Restricted Boltzmann Machine vectors for speaker clustering
Document typeConference lecture
PublisherInternational Speech Communication Association (ISCA)
Rights accessOpen Access
Restricted Boltzmann Machines (RBMs) have been used both in the front-end and backend of speaker verification systems. In this work, we apply RBMs as a front-end in the context of speaker clustering. Speakers' utterances are transformed into a vector representation by means of RBMs. These vectors, referred to as RBM vectors, have shown to preserve speaker-specific information and are used for the task of speaker clustering. In this work, we perform the traditional bottom-up Agglomerative Hierarchical Clustering (AHC). Using the RBM vector representation of speakers, the performance of speaker clustering is improved.

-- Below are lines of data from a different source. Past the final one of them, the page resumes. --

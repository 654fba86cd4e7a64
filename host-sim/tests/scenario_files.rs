//! Scenario files: the schema's keys, its errors (file, line, key), and the command line's exit
//! statuses. The demo scenarios in examples/scenarios/ must load and behave as their comments
//! say.

use coilward_sim::scenario::Scenario;
use std::path::{Path, PathBuf};
use std::process::Command;

fn demo(name: &str) -> PathBuf {
    Path::new(env!("CARGO_MANIFEST_DIR"))
        .join("../examples/scenarios")
        .join(name)
}

fn valve_text() -> String {
    std::fs::read_to_string(demo("irrigation-valve.toml")).unwrap()
}

fn refuse(text: &str) -> coilward_sim::scenario::ScenarioError {
    Scenario::parse(Path::new("case.toml"), text).expect_err("must be refused")
}

fn line_of(text: &str, needle: &str) -> usize {
    text.lines()
        .position(|l| l.contains(needle))
        .expect("needle in text")
        + 1
}

#[test]
fn every_demo_scenario_loads() {
    for entry in std::fs::read_dir(demo("")).unwrap() {
        let p = entry.unwrap().path();
        if p.extension().is_some_and(|e| e == "toml") {
            let text = std::fs::read_to_string(&p).unwrap();
            match coilward_sim::scenario::topology_of(&text) {
                coilward_sim::scenario::Topology::LowSide => {
                    Scenario::load(&p).unwrap_or_else(|e| panic!("{e}"));
                }
                coilward_sim::scenario::Topology::FullBridge => {
                    coilward_sim::bridge::scenario::BridgeScenario::load(&p)
                        .unwrap_or_else(|e| panic!("{e}"));
                }
            }
        }
    }
}

#[test]
fn a_value_without_its_unit_names_file_line_and_key() {
    let text = valve_text().replace("voltage = \"24 V\"", "voltage = \"24\"");
    let e = refuse(&text);
    let msg = e.to_string();
    assert_eq!(e.key.as_deref(), Some("supply.voltage"), "{msg}");
    assert_eq!(e.at.unwrap().0, line_of(&text, "voltage = \"24\""), "{msg}");
    assert!(
        msg.starts_with("case.toml:") && msg.contains("no unit"),
        "{msg}"
    );
}

#[test]
fn the_wrong_unit_is_refused() {
    let text = valve_text().replace("inductance = \"40 mH\"", "inductance = \"40 mA\"");
    let e = refuse(&text);
    assert_eq!(e.key.as_deref(), Some("coil.inductance"));
    assert!(e.message.contains("expected a value in H"), "{e}");
}

#[test]
fn an_unknown_key_names_its_line() {
    let text = valve_text().replace("inductance = \"40 mH\"", "inductanse = \"40 mH\"");
    let e = refuse(&text);
    assert_eq!(e.at.unwrap().0, line_of(&text, "inductanse"), "{e}");
    assert!(e.message.contains("inductanse"), "{e}");
    let text = valve_text() + "\n[tolerance.extra]\n";
    let e = refuse(&text);
    assert_eq!(e.at.unwrap().0, line_of(&text, "[tolerance.extra]"));
    assert!(e.to_string().contains("[tolerance.extra]"), "{e}");
}

#[test]
fn a_parameter_the_library_refuses_is_blamed_on_its_key() {
    // The switch must block the maximum supply: a 25 V breakdown under a 28 V maximum.
    let text = valve_text().replace("breakdown = \"60 V\"", "breakdown = \"25 V\"");
    let e = refuse(&text);
    assert_eq!(e.key.as_deref(), Some("switch.breakdown"), "{e}");
    assert_eq!(e.at.unwrap().0, line_of(&text, "breakdown = \"25 V\""));
    assert!(e.message.contains("refused by the library"), "{e}");
    // A release current at or above the trip current.
    let text = valve_text().replace("release_current = \"50 mA\"", "release_current = \"2 A\"");
    assert_eq!(refuse(&text).key.as_deref(), Some("guard.release_current"));
}

#[test]
fn a_model_override_that_the_library_refuses_is_blamed_on_the_model_key() {
    let text = valve_text() + "\n[model]\ninductance = \"-4 mH\"\n";
    let e = refuse(&text);
    assert_eq!(e.key.as_deref(), Some("model.inductance"), "{e}");
    assert_eq!(e.at.unwrap().0, line_of(&text, "\"-4 mH\""));
}

#[test]
fn clamp_keys_must_fit_the_path() {
    let text = valve_text().replace("path = \"freewheel\"", "path = \"switch-clamp\"");
    let e = refuse(&text);
    assert!(e.message.contains("does not apply"), "{e}");
    let text = valve_text().replace("forward_voltage = \"0.7 V\"", "");
    assert_eq!(refuse(&text).key.as_deref(), Some("clamp.forward_voltage"));
}

#[test]
fn drive_steps_in_order_and_duty_in_range() {
    let text = valve_text().replace("at = \"140 ms\"", "at = \"100 ms\"");
    assert_eq!(refuse(&text).key.as_deref(), Some("drive[3].at"));
    let text = valve_text().replace("duty = \"35 %\"", "duty = \"135 %\"");
    assert_eq!(refuse(&text).key.as_deref(), Some("drive[1].duty"));
}

#[test]
fn drive_steps_start_on_their_period() {
    let s = Scenario::load(&demo("irrigation-valve.toml")).unwrap();
    // 15 ms / 50 µs = period 300 exactly; the step must not slip to 301 by rounding.
    assert_eq!(s.step_period(0.015), 300);
    assert!((s.duty_in_period(299) - 1.0).abs() < 1e-12);
    assert!((s.duty_in_period(300) - 0.35).abs() < 1e-12);
}

fn sim() -> Command {
    Command::new(env!("CARGO_BIN_EXE_coilward-sim"))
}

#[test]
fn exit_status_pass_fail_bad_input() {
    let ok = sim()
        .args(["run"])
        .arg(demo("irrigation-valve.toml"))
        .output()
        .unwrap();
    assert_eq!(
        ok.status.code(),
        Some(0),
        "{}",
        String::from_utf8_lossy(&ok.stdout)
    );
    assert!(String::from_utf8_lossy(&ok.stdout).contains("verdict: PASS"));
    let acted = sim()
        .args(["run"])
        .arg(demo("unclamped-avalanche.toml"))
        .output()
        .unwrap();
    // The guard cut the current and nothing was exceeded: limited, exit status 3.
    assert_eq!(acted.status.code(), Some(3));
    assert!(String::from_utf8_lossy(&acted.stdout).contains("verdict: LIMITED"));
    // The summary names the ceiling the guard applied, not only the configured one.
    assert!(
        String::from_utf8_lossy(&acted.stdout).contains(
            "ceiling 1.550 A (configured 2.500 A, lowered for the single-pulse energy rating)"
        ),
        "{}",
        String::from_utf8_lossy(&acted.stdout)
    );
    let dir = tempfile::tempdir().unwrap();
    // A guard that believes a coil four times faster lets it on while current still flows:
    // fail, exit status 1.
    let early = dir.path().join("early.toml");
    std::fs::write(
        &early,
        valve_text()
            .replace("at = \"140 ms\"", "at = \"121 ms\"")
            .replace("at = \"155 ms\"", "at = \"136 ms\"")
            + "\n[model]\ninductance = \"10 mH\"\n",
    )
    .unwrap();
    let failed = sim().arg("run").arg(&early).output().unwrap();
    assert_eq!(failed.status.code(), Some(1));
    assert!(String::from_utf8_lossy(&failed.stdout).contains("verdict: FAIL"));
    let bad = dir.path().join("bad.toml");
    std::fs::write(&bad, valve_text().replace("\"24 V\"", "\"24\"")).unwrap();
    let out = sim().arg("run").arg(&bad).output().unwrap();
    assert_eq!(out.status.code(), Some(2));
    let err = String::from_utf8_lossy(&out.stderr);
    assert!(
        err.contains("bad.toml:") && err.contains("supply.voltage"),
        "{err}"
    );
    // Report paths are checked before any work: the same file twice, or a file that cannot be
    // written, is bad input and nothing is simulated.
    let same = dir.path().join("same.out");
    let out = sim()
        .arg("run")
        .arg(demo("relay-zener.toml"))
        .arg("--json")
        .arg(&same)
        .arg("--csv")
        .arg(&same)
        .output()
        .unwrap();
    assert_eq!(out.status.code(), Some(2));
    assert!(String::from_utf8_lossy(&out.stderr).contains("--json and --csv name the same file"));
    assert!(out.stdout.is_empty());
    let out = sim()
        .arg("run")
        .arg(demo("relay-zener.toml"))
        .arg("--svg")
        .arg(dir.path().join("no-such-dir").join("p.svg"))
        .output()
        .unwrap();
    assert_eq!(out.status.code(), Some(2));
    assert!(
        out.stdout.is_empty(),
        "{}",
        String::from_utf8_lossy(&out.stdout)
    );
    let check = sim()
        .arg("check")
        .arg(demo("relay-zener.toml"))
        .output()
        .unwrap();
    assert_eq!(check.status.code(), Some(0));
    assert!(String::from_utf8_lossy(&check.stdout).contains("decay to the release current"));
    for cmd in ["run", "check", "sweep"] {
        let help = sim().args([cmd, "--help"]).output().unwrap();
        assert_eq!(help.status.code(), Some(0));
        assert!(
            String::from_utf8_lossy(&help.stdout).contains("Example"),
            "{cmd} --help has examples"
        );
    }
}

#[test]
fn reports_keep_their_contract() {
    let dir = tempfile::tempdir().unwrap();
    let (j, c, s) = (
        dir.path().join("r.json"),
        dir.path().join("r.csv"),
        dir.path().join("r.svg"),
    );
    let out = sim()
        .arg("run")
        .arg(demo("relay-zener.toml"))
        .arg("--json")
        .arg(&j)
        .arg("--csv")
        .arg(&c)
        .arg("--svg")
        .arg(&s)
        .output()
        .unwrap();
    assert_eq!(out.status.code(), Some(0));
    let v: serde_json::Value = serde_json::from_str(&std::fs::read_to_string(&j).unwrap()).unwrap();
    assert_eq!(v["verdict"], "pass");
    for key in [
        "peak_current_a",
        "peak_drain_voltage_v",
        "turn_offs",
        "events",
        "estimate",
    ] {
        assert!(!v[key].is_null(), "{key}");
    }
    let t = &v["turn_offs"][0];
    for key in [
        "t_s",
        "current_a",
        "decay_time_s",
        "clamp_energy_j",
        "peak_drain_voltage_v",
    ] {
        assert!(t.get(key).is_some(), "turn_offs[].{key}");
    }
    assert!(v["estimate"]["max_abs_error_a"].is_f64() && v["estimate"]["rms_error_a"].is_f64());
    assert!(v["ceiling_a"].as_f64().is_some_and(|c| c > 0.0));
    let csv = std::fs::read_to_string(&c).unwrap();
    let header = csv.lines().next().unwrap();
    assert!(header.starts_with(
        "t_s,duty_requested,duty_applied,supply_v,current_a,mean_current_a,peak_current_a,\
         estimated_current_a,estimated_peak_a,drain_peak_v,conditions"
    ));
    assert_eq!(
        csv.lines().count(),
        1 + 1300,
        "a header and one row per period"
    );
    let svg = std::fs::read_to_string(&s).unwrap();
    assert!(svg.starts_with("<svg") && svg.contains("estimate") && svg.contains("verdict: pass"));
    // Both topologies' JSON share one frame: the layout's version, the scenario as an object
    // with its topology, the verdict word and the estimate's error.
    let b = dir.path().join("b.json");
    let out = sim()
        .arg("run")
        .arg(demo("reversing-gear-motor.toml"))
        .arg("--json")
        .arg(&b)
        .output()
        .unwrap();
    assert!(out.status.code().is_some_and(|c| c != 2));
    let w: serde_json::Value = serde_json::from_str(&std::fs::read_to_string(&b).unwrap()).unwrap();
    // The bridge's ends of drive, as the low side's turn-offs (and in its summary).
    let stop = &w["stops"][0];
    for key in ["t_s", "current_a", "decay_time_s", "returned_energy_j"] {
        assert!(stop.get(key).is_some(), "stops[].{key}");
    }
    assert!(String::from_utf8_lossy(&out.stdout).contains("drive ends"));
    for (doc, topology) in [(&v, "low-side"), (&w, "full-bridge")] {
        assert_eq!(doc["schema"], 1);
        assert_eq!(doc["scenario"]["topology"], topology);
        assert!(doc["scenario"]["name"].is_string() && doc["scenario"]["file"].is_string());
        assert!(["pass", "limited", "fail"].contains(&doc["verdict"].as_str().unwrap()));
        assert!(doc["estimate"]["max_abs_error_a"].is_f64(), "{topology}");
        assert!(doc["warnings"].is_array() && doc["findings"].is_array());
    }
}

The evaluation has been performed on the audio recordings of Catalan TV Broadcast shows. The experimental results show that our proposed system outperforms the baseline i-vectors system in terms of Equal Impurity (EI). Using cosine scoring, a relative improvement of 11% and 12% are achieved for average and single linkage clustering algorithms respectively. Using PLDA scoring, the RBM vectors achieve a relative improvement of 11% compared to i-vectors for the single linkage algorithm.
CitationKhan, U.; Safari, P.; Hernando, J. Restricted Boltzmann Machine vectors for speaker clustering. A: International Conference on Advances in Speech and Language Technologies for Iberian Languages. "IberSPEECH 2018: program and proceedings: 21-23 November 2018: Barcelona, Spain". Baixas: International Speech Communication Association (ISCA), 2018, p. 10-14.